The common stock is being offered and sold pursuant to two effective shelf registration statements on Form S-3 (File Nos. 333-194712 and 333-206588) filed by the Company with the Securities and Exchange Commission ("SEC") and only by means of a prospectus supplement and accompanying prospectus relating to the applicable registration statement. A final prospectus supplement and a free writing prospectus have been filed with the SEC to which this communication relates. Prospective investors should read the final prospectus supplement, the free writing prospectus and the accompanying prospectuses and other documents the Company has filed with the SEC for more complete information about the Company and the offering.  These documents are available at no charge by visiting the SEC's website at http://www.sec.gov. Alternatively, copies of the final prospectus supplement, the accompanying prospectuses, and the free writing prospectus related to the offering may be obtained by contacting: Guggenheim Securities, LLC at Attention: Equity Syndicate Department, 330 Madison Avenue, 8th Floor, New York, NY 10017, by email at GSEquityProspectusDelivery@guggenheimpartners.com, or by phone at 212-518-9658, or Sandler O'Neill & Partners, L.P., 1251 Avenue of the Americas, 6th Floor, New York, New York 10020, Attn: Syndicate Operations, or by phone at 1-866-805-4128.

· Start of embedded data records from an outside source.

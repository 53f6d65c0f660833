// The catalogue's flag index: one row per flag of each current result, carrying the values the
// catalogue sorts by, so "results with flag X, sorted by Y" reads one index range in order instead
// of walking every result. Kept by triggers (drizzle/0006) whoever writes results; never written by code.
import { index, integer, primaryKey, real, sqliteTable, text } from 'drizzle-orm/sqlite-core';
import { campaigns } from './campaigns';
import { fitResults } from './batches';

export const fitResultFlags = sqliteTable(
  'fit_result_flags',
  {
    fitResultId: integer('fit_result_id')
      .notNull()
      .references(() => fitResults.id, { onDelete: 'cascade' }),
    campaignId: text('campaign_id')
      .notNull()
      .references(() => campaigns.id, { onDelete: 'cascade' }),
    code: text('code').notNull(),
    starKey: text('star_key').notNull(),
    teffK: real('teff_k'),
    lumLsun: real('lum_lsun'),
    radiusRsun: real('radius_rsun'),
    chi2Red: real('chi2_red'),
  },
  (t) => [
    primaryKey({ columns: [t.fitResultId, t.code] }),
    index('fit_result_flags_teff_idx').on(t.campaignId, t.code, t.teffK, t.fitResultId),
    index('fit_result_flags_lum_idx').on(t.campaignId, t.code, t.lumLsun, t.fitResultId),
    index('fit_result_flags_radius_idx').on(t.campaignId, t.code, t.radiusRsun, t.fitResultId),
    index('fit_result_flags_chi2_idx').on(t.campaignId, t.code, t.chi2Red, t.fitResultId),
    index('fit_result_flags_star_idx').on(t.campaignId, t.code, t.starKey, t.fitResultId),
  ],
);

/**
 * A number per campaign that grows whenever any of its results is written, changes review status or
 * stops being current (triggers in drizzle/0008, whoever writes). Cached totals and diagrams
 * (src/server/catalogue.ts) are valid while the stamp they were computed under is unchanged, across
 * processes (the worker writes results, the web server reads them).
 */
export const catalogueVersions = sqliteTable('catalogue_versions', {
  campaignId: text('campaign_id')
    .primaryKey()
    .references(() => campaigns.id, { onDelete: 'cascade' }),
  version: integer('version').notNull().default(0),
});

/**
 * The catalogue's summary bins: how many current results of a campaign fall in each cell of review
 * status × χ²_ν class × Teff bin (100 K) × log L bin (0.1 dex), once for all results (flag '') and
 * once more per flag they carry. Kept by triggers (drizzle/0014) in the transaction that writes,
 * reviews or supersedes a result, whoever does it; never written by code. Totals and diagrams add
 * cells instead of reading every result (src/server/catalogue/bins.ts). Sentinels: chi2_class -1
 * and teff_bin -1 for no value, lum_bin -100000 for no (or no positive) luminosity.
 */
export const catalogueBins = sqliteTable(
  'catalogue_bins',
  {
    campaignId: text('campaign_id')
      .notNull()
      .references(() => campaigns.id, { onDelete: 'cascade' }),
    flag: text('flag').notNull(),
    reviewStatus: text('review_status').notNull(),
    chi2Class: integer('chi2_class').notNull(),
    teffBin: integer('teff_bin').notNull(),
    lumBin: integer('lum_bin').notNull(),
    n: integer('n').notNull(),
  },
  (t) => [primaryKey({ columns: [t.campaignId, t.flag, t.reviewStatus, t.chi2Class, t.teffBin, t.lumBin] })],
);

This press release does not constitute an offer to sell or a solicitation of an offer to buy any securities, nor shall there be any offer or sale of any securities in any state or jurisdiction in which such an offer, solicitation or sale would be unlawful.

About Seacoast Banking Corporation of Florida

Seacoast Banking Corporation of Florida is one of the largest community banks headquartered in Florida with approximately $4.7 billion in assets and $3.5 billion in deposits as of December 31, 2016. The Company provides integrated financial services including commercial and retail banking, wealth management, and mortgage services to customers through advanced banking solutions, 47 traditional branches of its locally-branded wholly-owned subsidiary bank, Seacoast Bank, and five commercial banking centers. Offices stretch from Ft. Lauderdale, Boca Raton and West Palm Beach north through the Daytona Beach area, into Orlando and Central Florida, and west to Okeechobee and surrounding counties.

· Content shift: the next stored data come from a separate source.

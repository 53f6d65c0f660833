// Review decisions on fits, personal API tokens and catalogue releases.
import { sql } from 'drizzle-orm';
import { blob, index, integer, primaryKey, real, sqliteTable, text } from 'drizzle-orm/sqlite-core';
import { user } from './auth';
import { campaigns } from './campaigns';
import { fitResults } from './batches';

const now = sql`(cast(unixepoch('subsecond') * 1000 as integer))`;

export const REVIEW_DECISIONS = ['accepted', 'flagged'] as const;
export type ReviewDecisionKind = (typeof REVIEW_DECISIONS)[number];

/**
 * Every decision a reviewer makes, kept forever. A later decision on the same fit, or a re-fit of
 * the star, sets supersededAt on the earlier one instead of deleting it.
 */
export const reviewDecisions = sqliteTable(
  'review_decisions',
  {
    id: integer('id').primaryKey({ autoIncrement: true }),
    fitResultId: integer('fit_result_id')
      .notNull()
      .references(() => fitResults.id, { onDelete: 'cascade' }),
    campaignId: text('campaign_id')
      .notNull()
      .references(() => campaigns.id, { onDelete: 'cascade' }),
    reviewerId: text('reviewer_id').references(() => user.id, { onDelete: 'set null' }),
    decision: text('decision', { enum: REVIEW_DECISIONS }).notNull(),
    // One of our own reason codes when flagged (see src/contracts/vocabulary or the review module).
    reason: text('reason'),
    comment: text('comment').notNull().default(''),
    // Set when the decision was made in a bulk action, with the filter it used.
    bulkFilter: text('bulk_filter', { mode: 'json' }).$type<Record<string, unknown>>(),
    createdAt: integer('created_at', { mode: 'timestamp_ms' }).notNull().default(now),
    supersededAt: integer('superseded_at', { mode: 'timestamp_ms' }),
    supersededReason: text('superseded_reason'),
    // Set on a decision a re-fit carried over from the decision on the star's earlier fit
    // (drizzle/0010, review_carryovers holds the old and new values). The reviewer stays the same.
    carriedFromDecisionId: integer('carried_from_decision_id'),
    // The four-eyes rule was switched off in the campaign when the decision was made.
    fourEyesOff: integer('four_eyes_off', { mode: 'boolean' }).notNull().default(false),
  },
  (t) => [
    index('review_decisions_fit_idx').on(t.fitResultId, t.createdAt),
    index('review_decisions_campaign_idx').on(t.campaignId, t.createdAt),
  ],
);

export const CARRYOVER_OUTCOMES = ['carried', 'returned'] as const;

/**
 * What a re-fit did with the review decision on the star's earlier fit (decision record 0016): the
 * decision carried over to the new fit, or the new fit went back to the review queue with the
 * reasons (space-separated codes, see src/contracts/review). One row per new fit that found a live
 * decision; written by the trigger fit_results_refit_supersedes, whoever inserts the fit.
 */
export const reviewCarryovers = sqliteTable(
  'review_carryovers',
  {
    id: integer('id').primaryKey({ autoIncrement: true }),
    campaignId: text('campaign_id')
      .notNull()
      .references(() => campaigns.id, { onDelete: 'cascade' }),
    fitResultId: integer('fit_result_id')
      .notNull()
      .unique()
      .references(() => fitResults.id, { onDelete: 'cascade' }),
    fromFitResultId: integer('from_fit_result_id').notNull(),
    fromDecisionId: integer('from_decision_id').notNull(),
    outcome: text('outcome', { enum: CARRYOVER_OUTCOMES }).notNull(),
    reasons: text('reasons').notNull().default(''),
    oldTeffK: real('old_teff_k'),
    oldTeffErrK: real('old_teff_err_k'),
    newTeffK: real('new_teff_k'),
    newTeffErrK: real('new_teff_err_k'),
    oldThetaMas: real('old_theta_mas'),
    oldThetaErrMas: real('old_theta_err_mas'),
    newThetaMas: real('new_theta_mas'),
    newThetaErrMas: real('new_theta_err_mas'),
    oldFlags: text('old_flags').notNull().default(''),
    newFlags: text('new_flags').notNull().default(''),
    createdAt: integer('created_at', { mode: 'timestamp_ms' }).notNull().default(now),
  },
  (t) => [index('review_carryovers_campaign_idx').on(t.campaignId, t.outcome)],
);

/** Personal API tokens: only a SHA-256 of the secret is stored; the secret is shown once. */
export const apiTokens = sqliteTable(
  'api_tokens',
  {
    id: text('id').primaryKey(),
    userId: text('user_id')
      .notNull()
      .references(() => user.id, { onDelete: 'cascade' }),
    name: text('name').notNull(),
    tokenHash: text('token_hash').notNull().unique(),
    // First characters of the secret, to tell tokens apart in the list.
    prefix: text('prefix').notNull(),
    createdAt: integer('created_at', { mode: 'timestamp_ms' }).notNull().default(now),
    lastUsedAt: integer('last_used_at', { mode: 'timestamp_ms' }),
    expiresAt: integer('expires_at', { mode: 'timestamp_ms' }),
    revokedAt: integer('revoked_at', { mode: 'timestamp_ms' }),
  },
  (t) => [index('api_tokens_user_idx').on(t.userId)],
);

/** A catalogue release: the moment collaborators are told the accepted catalogue is ready. */
export const catalogueReleases = sqliteTable(
  'catalogue_releases',
  {
    id: text('id').primaryKey(),
    campaignId: text('campaign_id')
      .notNull()
      .references(() => campaigns.id, { onDelete: 'cascade' }),
    title: text('title').notNull(),
    note: text('note').notNull().default(''),
    // Filter that defines the released rows (default: accepted fits, newest per star).
    filter: text('filter', { mode: 'json' }).$type<Record<string, unknown>>().notNull(),
    rowCount: integer('row_count').notNull(),
    bandLibraryVersion: text('band_library_version').notNull(),
    softwareVersion: text('software_version').notNull(),
    releasedById: text('released_by_id').references(() => user.id, { onDelete: 'set null' }),
    createdAt: integer('created_at', { mode: 'timestamp_ms' }).notNull().default(now),
    // Frozen releases (decision record 0021) keep their rows and files; older ones only their filter.
    frozen: integer('frozen', { mode: 'boolean' }).notNull().default(false),
    // The downloads' provenance at release time: batches with options and versions, zero-points, constants.
    provenance: text('provenance', { mode: 'json' }).$type<Record<string, unknown>>(),
  },
  (t) => [index('catalogue_releases_campaign_idx').on(t.campaignId, t.createdAt)],
);

/** The files of a frozen release, byte for byte as they were written at release time, with their SHA-256. */
export const releaseFiles = sqliteTable(
  'release_files',
  {
    releaseId: text('release_id')
      .notNull()
      .references(() => catalogueReleases.id, { onDelete: 'cascade' }),
    format: text('format').notNull(),
    fileName: text('file_name').notNull(),
    contentType: text('content_type').notNull(),
    sha256: text('sha256').notNull(),
    sizeBytes: integer('size_bytes').notNull(),
    content: blob('content', { mode: 'buffer' }).notNull(),
  },
  (t) => [primaryKey({ columns: [t.releaseId, t.format] })],
);

/** The rows of a frozen release (one per star), for comparing releases: the batch that made the fit and the row's values. */
export const releaseRows = sqliteTable(
  'release_rows',
  {
    releaseId: text('release_id')
      .notNull()
      .references(() => catalogueReleases.id, { onDelete: 'cascade' }),
    starKey: text('star_key').notNull(),
    batchId: text('batch_id'),
    values: text('values', { mode: 'json' }).$type<Record<string, string | number | null>>().notNull(),
  },
  (t) => [primaryKey({ columns: [t.releaseId, t.starKey] })],
);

Cautionary Notice Regarding Forward-Looking Statements

This press release contains forward-looking statements within the meaning of the Private Securities Litigation Reform Act of 1995 and such statements are intended to be covered by the safe harbor provided by the same. Words such as "expects," "will," "intends," "anticipates," "plans," "believes," "seeks," "estimates" and variations of such words and similar expressions are intended to identify such forward-looking statements. Such statements, including but not limited to those regarding the use of the net proceeds from the offering, are based on currently available information and are subject to various risks and uncertainties that could cause actual results to differ materially from Seacoast's present expectations. These risks and uncertainties include, but are not limited to, market conditions affecting the offering and a deterioration in national or local economic conditions. Undue reliance should not be placed on such forward-looking statements, as such statements speak only as of the date on which they are made. Seacoast undertakes no obligation to update such statements to reflect facts, circumstances, assumptions or events that occur after the date the forward-looking statements are made, unless otherwise required by law. Additional information regarding the Company and its business, including additional factors that could cause actual results to differ materially from Seacoast's present expectations, is contained in Seacoast's Annual Report on Form 10-K for the year ended December 31, 2015 under "Forward-Looking Information" and Item 1A. "Risk Factors," and in the Company's other filings with the SEC.